### Given records ###
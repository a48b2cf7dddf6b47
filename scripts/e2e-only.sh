#!/usr/bin/env bash
# Developer shortcut: run some browser tests against the current build on a fresh e2e database.
#   bash scripts/e2e-only.sh tests/e2e/consignment.spec.ts
set -uo pipefail
cd "$(dirname "$0")/.."
source scripts/lib.sh
set -a; source .env.local; set +a
BASE_URL=${DATABASE_URL:-$(bash scripts/db.sh url)}
unset DATABASE_URL
export E2E_DATABASE_URL=$(node -e 'const u=new URL(process.argv[1]);u.pathname="/getterline_e2e";console.log(u.toString())' "$BASE_URL")
DATABASE_URL=$E2E_DATABASE_URL MIGRATE_QUIET=1 node --import tsx scripts/migrate.ts fresh >/dev/null
# The server Playwright starts is the compiled one: rebuild it from the current source (under a second).
npm run --silent build:server
MAIL_CATCHER_SMTP_PORT=2525 MAIL_CATCHER_HTTP_PORT=2580 MAIL_CATCHER_DIR=.data/mail-test S3_FAKE_PORT=4589 S3_FAKE_DIR=.data/s3-e2e STRIPE_FAKE_PORT=12121 STRIPE_FAKE_DIR=.data/stripe-e2e STRIPE_WEBHOOK_URL=http://127.0.0.1:3100/api/webhooks/stripe STRIPE_FAKE_RETRY_BASE_MS=200 start_local_services
npx playwright test "$@"
rc=$?
stop_local_services
exit $rc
###
What is expected: Whenever "bash" occurs in a line of the entries, copy that line.

Exercise output:
#!/usr/bin/env bash
#   bash scripts/e2e-only.sh tests/e2e/consignment.spec.ts
BASE_URL=${DATABASE_URL:-$(bash scripts/db.sh url)}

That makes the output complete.